3798  Bitcoin / Bitcoin Discussion / Re: New site:Bitcoin address top100 on: September 20, 2013, 03:59:30 PM
List of top100 madmen.

One bitflip while making a transaction with these fat txouts and its $10 million in paper value down the drain.
3799  Bitcoin / Mining software (miners) / Re: BFGMiner 3.2.1: modular ASIC/FPGA, GBT, Strtm, RPC, Lnx/OpnWrt/PPA/W64, BE Blade on: September 20, 2013, 02:52:30 PM
BFGminer  is not really a Windows program, it is a DOS program.
It's really not. When compiled for windows it's a windows program, just one that doesn't use the GUI.
Quote
When Win x64 arrived it needed programs to be re-written into x64 not "ported across"
Only if they're not portable. This miner software was primarily developed on x86_64 and most software from the gnu/linux and related ecosystems is highly portable.
3800  Bitcoin / Armory / Re: [BOUNTY: 2.0 BTC] Message Signing in Armory on: September 20, 2013, 05:59:51 AM
The user should have no idea what's in it until they copy it into their wallet and it will spit out the message only if the signature is valid.  This is considered ideal since users have a tendency to only look for the message header and trust it without checking.  This way, they can't get the message unless they also check the signature.
uh. You realize you can't have what you want here without building a PKI, right?  I mean, you can make them push a button, but all signatures will pass (except where the attacker is incompetent).

The way signmessage was designed in Bitcoin you have to provide both the message you expect to be signed and the address you expect to have signed it... so that the validation passing isn't just tautological— a ritual that just fulfills itself and always returns true—, but actually means indicates that the user's inputs were consistent.

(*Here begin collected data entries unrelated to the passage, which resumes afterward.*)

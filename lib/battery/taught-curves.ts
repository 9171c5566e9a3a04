/** The published curves of a chemistry with what a cohort's finished packs taught laid on them. */
import { interpolate } from "../stats/interpolate";
import { CURVE_STEPS, type SampledCurves, sampledCurves } from "./curves";
import type { Chemistry, CurveLesson } from "./pack";

/** A cohort shares one lesson: each is laid on once. */
const TAUGHT = new WeakMap<CurveLesson, Map<Chemistry, SampledCurves>>();

export function taughtCurves(chemistry: Chemistry, lesson: CurveLesson): SampledCurves {
  const known = TAUGHT.get(lesson) ?? new Map<Chemistry, SampledCurves>();
  TAUGHT.set(lesson, known);
  const before = known.get(chemistry);
  if (before) return before;
  const { restMv, resistance } = sampledCurves(chemistry);
  const nodes = lesson.restShiftMv.map(
    (_, n) => (n * CURVE_STEPS) / (lesson.restShiftMv.length - 1),
  );
  const taught = {
    restMv: restMv.map((mv, i) => mv + interpolate(nodes, lesson.restShiftMv, i)),
    resistance: resistance.map((r, i) => r * interpolate(nodes, lesson.resistanceFactor, i)),
  };
  known.set(chemistry, taught);
  return taught;
}
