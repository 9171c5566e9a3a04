"use client";

import { useMutation, useQuery, useQueryClient } from "@tanstack/react-query";
import { useRouter } from "next/navigation";
import { useState } from "react";
import { toast } from "@/components/ui/toast";
import type { RoundsBoard } from "@/lib/usecases/read-rounds-board";
import { ApiError, fetchJson } from "../../_parts/fetch-json";

export type PlanAct =
  | { kind: "move"; siteId: string; technicianId: string; day: string; position?: number }
  | { kind: "add"; assetId: string; technicianId: string; day: string }
  | { kind: "remove"; siteId: string }
  | { kind: "reorder"; technicianId: string; day: string; siteIds: string[] };

/** The board as it lives on the client, and what can be done to its plan. */
export function useBoard(initial: RoundsBoard, crewId: string | null) {
  const client = useQueryClient();
  const router = useRouter();
  const [trouble, setTrouble] = useState<string | null>(null);
  const planId = initial.plan?.id ?? null;
  const key = ["rounds", initial.monday, planId, crewId];
  const query = new URLSearchParams({ week: initial.monday });
  if (planId) query.set("plan", planId);
  if (crewId) query.set("crew", crewId);
  const { data: board = initial } = useQuery({
    queryKey: key,
    queryFn: () => fetchJson<RoundsBoard>(`/api/v1/rounds?${query}`),
    initialData: initial,
    refetchInterval: (q) => (q.state.data?.plan?.state === "building" ? 900 : false),
  });
  const again = () => client.invalidateQueries({ queryKey: key });
  const post = useMutation({
    mutationFn: ({ path, body }: { path: string; body: Record<string, unknown> }) =>
      fetchJson<{ planId?: string; undone?: string }>(`/api/v1/plans/${planId}/${path}`, {
        method: "POST",
        body: { ...body, version: board.plan?.version },
      }),
    onMutate: () => setTrouble(null),
    onError: (error) => {
      setTrouble(error.message);
      if (error instanceof ApiError && error.code === "conflict") void again();
    },
    onSuccess: again,
  });
  const undo = () => post.mutate({ path: "undo", body: {} });
  const act = (body: PlanAct, done: string) =>
    post.mutate(
      { path: "acts", body: { act: body } },
      { onSuccess: () => toast({ text: done, undo }) },
    );
  const lock = (siteId: string, locked: boolean) =>
    post.mutate({ path: "locks", body: { siteId, locked } });
  const improve = () => post.mutate({ path: "improve", body: {} });
  const goTo = (plan: string | null, week = initial.monday) =>
    router.push(`/rounds?week=${week}${plan ? `&plan=${plan}` : ""}`);
  const discard = useMutation({
    mutationFn: () => fetchJson(`/api/v1/plans/${planId}`, { method: "DELETE" }),
    onError: (error) => setTrouble(error.message),
    onSuccess: () => {
      router.replace(`/rounds?week=${initial.monday}`);
      router.refresh();
    },
  });
  const revise = useMutation({
    mutationFn: () =>
      fetchJson<{ planId: string }>("/api/v1/plans/revise", {
        method: "POST",
        body: { day: initial.monday > initial.today ? initial.monday : initial.today },
      }),
    onError: (error) => setTrouble(error.message),
    onSuccess: (made) => goTo(made.planId),
  });
  const busy = post.isPending || discard.isPending || revise.isPending;
  return {
    board,
    trouble,
    setTrouble,
    busy,
    act,
    lock,
    undo,
    improve,
    discard,
    revise,
    again,
    goTo,
  };
}

export type BoardActs = ReturnType<typeof useBoard>;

It helps if you actually understand the use-case for signmessage in Bitcoin-QT:  It's used as an authentication mechanism for services which are address based, e.g. for changing configurations settings on the eligius pool, and it was informed by a number of security exploits against openpgp based systems (e.g. some of the ripe address record databases) which allowed any user to impersonate any other user because gpg --validate would pass on all of them, but there was no way to tell it what user was actually required, so any in your keyring would pass.